③ボウルにしょうゆとみりんをあわせ、ショウガを加えてたれを作る。バットに肉を広げて並べ、たれの半量をふりかけてなじませる。 

④フライパンに油を中火で熱し、豚肉を入れて焼く。焼き色がついたら返す。裏も焼けたら、残りのたれを回し入れて火を止める。盛りつけ、焼き汁をかける。 

【動画】ごはんラボ 豚のショウガ焼きの作り方=合田昌弘撮影

*1人前約335kcal、塩分1.8g 

(栄養計算:女子栄養大学栄養クリニック)

ナスのショウガ焼き

2人前の材料はナス3本、たれはしょうゆ・みりん・ショウガのすりおろし各大さじ1。ナスのへたを落とし、縦に3枚に切る。切り口の面(真ん中はどちらか片面)に、幅1cmの斜め格子に切り込みを入れ、水にさらす。フライパンに油大さじ1を熱し、ナスの水気をふき、切り込みを下にして入れる。弱火でふたをして約2分焼き、焼き色がついたら返す。油大さじ1/2を加え、さらに2分ほど焼く。たれを回しかけ、ひと炒めして火を止める。

Cookery Science

 スパイスを加えるタイミングは、形状や目的によって変わる。短時間の下ごしらえには粉末を使う。調理中に風味付けをする際はホールを使い、香りや辛み成分を液体にしみ出させる。刻んだものや粉末は成分が料理に移りやすいので、仕上げに加えると風味を強く感じられる。(監修:香西みどり・お茶の水女子大学教授)

根ショウガと新ショウガ 同じ品種、異なる用途

 国内で最もショウガの栽培が盛んなのは、高知県。JA高知県によると、県内では「根ショウガ」を露地で、「新ショウガ」をハウスで育てています。同じ品種ですが、栽培方法で風味や用途に違いが出ます。

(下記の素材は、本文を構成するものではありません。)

test.describe('workspace habits', () => {
  // Also fails on a Content-Security-Policy refusal, which the console reports as an error.
  guardEveryPage();

  test('theme and display units are chosen, kept across a reload, and followed by tables and charts', async ({ page }) => {
    await page.goto('/');
    await waitForCharts(page);
    await expect(page.getByRole('radio', { name: 'System' })).toBeChecked();

    await themeOption(page, 'Dark').click();
    await expect(page.locator('html')).toHaveAttribute('data-theme', 'dark');
    expect(await page.evaluate(() => getComputedStyle(document.documentElement).backgroundColor)).toBe('rgb(13, 19, 28)');
    await expect.poll(() => drawnLayout(page, 'speeds', 'plot_bgcolor')).toBe('#101823');

    const units = page.getByRole('button', { name: /^Units/ });
    await units.click();
    await page.getByRole('combobox', { name: 'Temperature' }).selectOption('mK');
    await page.getByRole('combobox', { name: 'Length' }).selectOption('cm');
    await page.getByRole('combobox', { name: 'Time' }).selectOption('µs');
    await page.getByRole('combobox', { name: 'Pressure' }).selectOption('mbar');
    await page.keyboard.press('Escape');
    await expect(units).toHaveAttribute('aria-expanded', 'false');
    await expect(page.getByRole('status', { name: 'Temperature in effect' })).toContainText('1800.0 mK');
    await expect(propertyRow(page, 'Vapour pressure p_sat').getByRole('cell').nth(1)).toHaveText('mbar');

    await page.reload();
    await waitForCharts(page);
    await expect(page.locator('html')).toHaveAttribute('data-theme', 'dark');
    await expect(page.getByRole('radio', { name: 'Dark' })).toBeChecked();
    await expect(page.getByRole('status', { name: 'Temperature in effect' })).toContainText('1800.0 mK');
    await expect(page.getByRole('table', { name: /at 1800\.0 mK/ })).toBeVisible();
    await expect(propertyRow(page, 'Vapour pressure p_sat').getByRole('cell').nth(1)).toHaveText('mbar');
    expect(await drawnLayout(page, 'speeds', 'xaxisTitle')).toBe('Temperature T (mK)');
    expect(await drawnLayout(page, 'speeds', 'plot_bgcolor')).toBe('#101823');

    await openTab(page, 'Locate a source');
    await waitForCharts(page);
    await expect(page.getByLabel('x of U0 (cm)')).toHaveValue('15');
    await expect(page.getByLabel('Arrival at U0 (µs)')).toHaveValue('11563');
    expect(await drawnLayout(page, 'locate-projection-1', 'xaxisTitle')).toBe('x (cm)');

    await openTab(page, 'Plan a measurement');
    await waitForCharts(page);
    await expect(page.getByRole('textbox', { name: 'Pulse width' })).toHaveValue('100');
    await expect(page.getByRole('textbox', { name: 'Sensor 4 distance', exact: true })).toHaveValue('5');
    await expect(page.getByRole('table', { name: /predicted arrivals/i }).getByRole('columnheader', { name: /Second sound \(µs\)/ })).toBeVisible();
    await expect.poll(() => drawnLayout(page, 'planner-timeline', 'xaxisTitle')).toBe('Time after the heater pulse starts (µs)');
  });

  test('a chart exports as SVG and PNG, tables as CSV (under the page’s CSP)', async ({ page }) => {
    await page.goto('/');
    await waitForCharts(page);

    const [svg] = await Promise.all([page.waitForEvent('download'), page.getByRole('button', { name: 'Download the chart of u₂ and u₁ against temperature as SVG' }).click()]);
    expect(svg.suggestedFilename()).toBe('sekundo-speeds.svg');
    const svgText = readFileSync(await svg.path(), 'utf8');
    expect(svgText.startsWith('<svg')).toBe(true);
    expect(svgText).toContain('u₂ second sound');

    const [png] = await Promise.all([page.waitForEvent('download'), page.getByRole('button', { name: 'Download the chart of u₂ and u₁ against temperature as PNG' }).click()]);
    expect(png.suggestedFilename()).toBe('sekundo-speeds.png');
    const pngBytes = readFileSync(await png.path());
    expect([...pngBytes.subarray(0, 8)]).toEqual([0x89, 0x50, 0x4e, 0x47, 0x0d, 0x0a, 0x1a, 0x0a]);
    // Twice the chart's width in CSS pixels: sharp in print.
    const chartWidth = await page.locator('[data-chart="speeds"]').evaluate((e) => Math.round(e.getBoundingClientRect().width));
    expect(pngBytes.readUInt32BE(16)).toBe(2 * chartWidth);

    const [csv] = await Promise.all([page.waitForEvent('download'), page.getByRole('button', { name: 'Download the property table as CSV' }).click()]);
    expect(csv.suggestedFilename()).toBe('helium-properties-1.8000K.csv');
    const lines = readFileSync(await csv.path(), 'utf8').split('\r\n');
    expect(lines[0]).toBe('temperature (K),property,symbol,value,sd,unit,note,source');
    expect(lines.filter((l) => l.length > 0)).toHaveLength(13);
    expect(lines.find((l) => l.startsWith('1.8,Second sound,u₂,'))).toMatch(/^1\.8,Second sound,u₂,19\.9027\d+,0\.0497\d+,m\/s,,"R\. J\. Donnelly/);

    await openTab(page, 'Locate a source');
    await waitForCharts(page);
    const [residuals] = await Promise.all([page.waitForEvent('download'), page.getByRole('button', { name: 'Download the residuals table as CSV' }).click()]);
    expect(residuals.suggestedFilename()).toBe('locate-residuals.csv');
    const rows = readFileSync(await residuals.path(), 'utf8').split('\r\n');
    expect(rows[0]).toBe('sensor,predicted arrival (ms),residual (us),residual / sd,status');
    expect(rows.find((r) => r.startsWith('L225,'))).toContain('"OUTLIER, kept in the fit"');
    const [source] = await Promise.all([page.waitForEvent('download'), page.getByRole('button', { name: 'Download the located source as CSV' }).click()]);
    expect(readFileSync(await source.path(), 'utf8')).toMatch(/^quantity,value,sd,unit\r\nsource x,-48\.\d+,1\.\d+,mm\r\n/);
    const [mapSvg] = await Promise.all([page.waitForEvent('download'), page.getByRole('button', { name: /Download the chart “Expected position sd.*” as SVG/ }).click()]);
    expect(mapSvg.suggestedFilename()).toBe('sekundo-locate-quality-map.svg');
  });

  test('keyboard only: header controls, every tab, into each view and back, focus always visible', async ({ page }) => {
    // Five views of up to 30 Tab stops each, and back: past the default minute on a busy machine.
    test.setTimeout(150_000);
    await page.goto('/');
    await waitForCharts(page);
    const focused = () =>
      page.evaluate(() => {
        const el = document.activeElement as HTMLElement | null;
        if (!el || el === document.body) return { name: 'body', ring: false, inView: false, inMain: false };
        const visibleRing = (e: Element | null): boolean => {
          if (!e) return false;
          const s = getComputedStyle(e);
          return (s.outlineStyle !== 'none' && Number.parseFloat(s.outlineWidth) >= 2) || (s.boxShadow !== 'none' && !s.boxShadow.includes('inset'));
        };
        // A radio drawn as a segment shows its ring on the label around it.
        const ring = visibleRing(el) || (el.matches('input[type="radio"], input[type="file"]') && visibleRing(el.closest('label, .drop-zone__button, .drop-zone')));
        const r = el.getBoundingClientRect();
        return {
          name: `${el.tagName.toLowerCase()} ${el.getAttribute('aria-label') ?? el.textContent?.trim().slice(0, 40) ?? ''}`,
          ring,
          inView: r.bottom > 0 && r.top < window.innerHeight && r.right > 0 && r.left < window.innerWidth,
          inMain: Boolean(el.closest('#view')),
        };
      });

    // The skip link comes first, then the theme radios: arrows change the theme.
    await page.keyboard.press('Tab');
    expect((await focused()).name).toContain('Skip to the content');
    await page.keyboard.press('Tab');
    await expect(page.getByRole('radio', { name: 'System' })).toBeFocused();
    expect((await focused()).ring).toBe(true);
    await page.keyboard.press('ArrowLeft');
    await expect(page.locator('html')).toHaveAttribute('data-theme', 'dark');
    await page.keyboard.press('ArrowLeft');
    await expect(page.locator('html')).toHaveAttribute('data-theme', 'light');

    // Units: Enter opens the panel, Tab walks its selects, Escape closes it.
    await page.keyboard.press('Tab');
    await expect(page.getByRole('button', { name: /^Units/ })).toBeFocused();
    await page.keyboard.press('Enter');
    await page.keyboard.press('Tab');
    await expect(page.getByRole('combobox', { name: 'Temperature' })).toBeFocused();
    await page.keyboard.press('Escape');
    await expect(page.getByRole('button', { name: /^Units/ })).toBeFocused();
    await expect(page.getByRole('combobox', { name: 'Temperature' })).toBeHidden();

    // The selected tab, then arrows through the views; Tab goes into each view, Shift+Tab back.
    await page.keyboard.press('Tab');
    await expect(page.getByRole('tab', { name: 'Helium properties' })).toBeFocused();
    const missing: string[] = [];
    for (const [i, view] of VIEWS.entries()) {
      if (i > 0) {
        await page.keyboard.press('ArrowRight');
        await expect(page.getByRole('tab', { name: view.tab })).toBeFocused();
        await expect(page.getByRole('tab', { name: view.tab })).toHaveAttribute('aria-selected', 'true');
        await waitForCharts(page);
      }
      // Up to 30 stops into the view, or until the footer's button, the page's last stop.
      let pressed = 0;
      while (pressed < 30) {
        await page.keyboard.press('Tab');
        pressed += 1;
        const f = await focused();
        const footer = f.name.includes('Show the first-visit guides again');
        expect(f.inMain || footer, `Tab ${pressed} in ${view.id} left the view: ${f.name}`).toBe(true);
        if (!f.ring) missing.push(`${view.id}: ${f.name}`);
        if (!f.inView) missing.push(`${view.id}: ${f.name} (off screen)`);
        if (footer) break;
      }
      for (let n = 0; n < pressed; n++) await page.keyboard.press('Shift+Tab');
      await expect(page.getByRole('tab', { name: view.tab })).toBeFocused();
    }
    expect(missing, 'every focused control shows a focus ring and is scrolled into view').toEqual([]);

    // Enter and Space work on buttons reached by keyboard: the explorer's jump to the u₂ maximum.
    await page.keyboard.press('Home');
    await expect(page.getByRole('tab', { name: 'Helium properties' })).toHaveAttribute('aria-selected', 'true');
    await page.keyboard.press('End');
    await expect(page.getByRole('tab', { name: 'Resonator' })).toBeFocused();
    await page.keyboard.press('Home');
    await expect(page.getByRole('tab', { name: 'Helium properties' })).toBeFocused();
    await waitForCharts(page);
    await page.getByRole('button', { name: /u₂ max/ }).focus();
    await page.keyboard.press('Space');
    await expect(page.getByRole('status', { name: 'Temperature in effect' })).toContainText('1.65');
  });

  test('storage full for preferences: the page says so once and works on', async ({ page }) => {
    await page.addInitScript(() => {
      const setItem = Storage.prototype.setItem;
      Storage.prototype.setItem = function (key: string, value: string) {
        if (key === 'sekundo.prefs') throw new DOMException('The quota has been exceeded.', 'QuotaExceededError');
        setItem.call(this, key, value);
      };
    });
    await page.goto('/');
    await waitForCharts(page);
    await themeOption(page, 'Dark').click();
    await expect(page.locator('html')).toHaveAttribute('data-theme', 'dark');
    const notice = page.getByRole('status').filter({ hasText: /Your settings cannot be saved in this browser/ });
    await expect(notice).toHaveCount(1);
    await themeOption(page, 'Light').click();
    await page.getByRole('button', { name: /^Units/ }).click();
    await page.getByRole('combobox', { name: 'Length' }).selectOption('cm');
    await expect(notice).toHaveCount(1);
    await expect(page.locator('html')).toHaveAttribute('data-theme', 'light');
    await expect(page.getByRole('table', { name: /Liquid helium-4 at 1\.8000 K/ })).toBeVisible();
  });

  test('storage turned off: one message about it, and the page works', async ({ page }) => {
    await page.addInitScript(() => {
      Storage.prototype.setItem = () => {
        throw new DOMException('The operation is insecure.', 'SecurityError');
      };
    });
    await page.goto('/');
    // Nothing could be kept, so this is a first visit: the guide shows, covering nothing.
    await expect(page.getByRole('complementary', { name: /^First time here/ })).toBeVisible();
    await themeOption(page, 'Dark').click();
    await expect(page.locator('html')).toHaveAttribute('data-theme', 'dark');
    await expect(page.getByRole('status').filter({ hasText: /cannot be saved in this browser|does not let Sekundo keep data/ })).toHaveCount(1);
    await waitForCharts(page);
    await expect(page.getByRole('table', { name: /Liquid helium-4 at 1\.8000 K/ })).toBeVisible();
  });
});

 辛みが強く、おろして使うのに向くのは根ショウガ。秋に収穫し、貯蔵して一年を通じて出荷します。高知のハウス新ショウガの収穫時期は3~9月。辛みが少なくやわらかいので、サラダや漬物向きです。

 根ショウガは長期の冷蔵保存に適さないため、おろすか、小さく切って冷凍するのがおすすめ。新ショウガはポリ袋に入れて野菜室で保存し、早めに使います。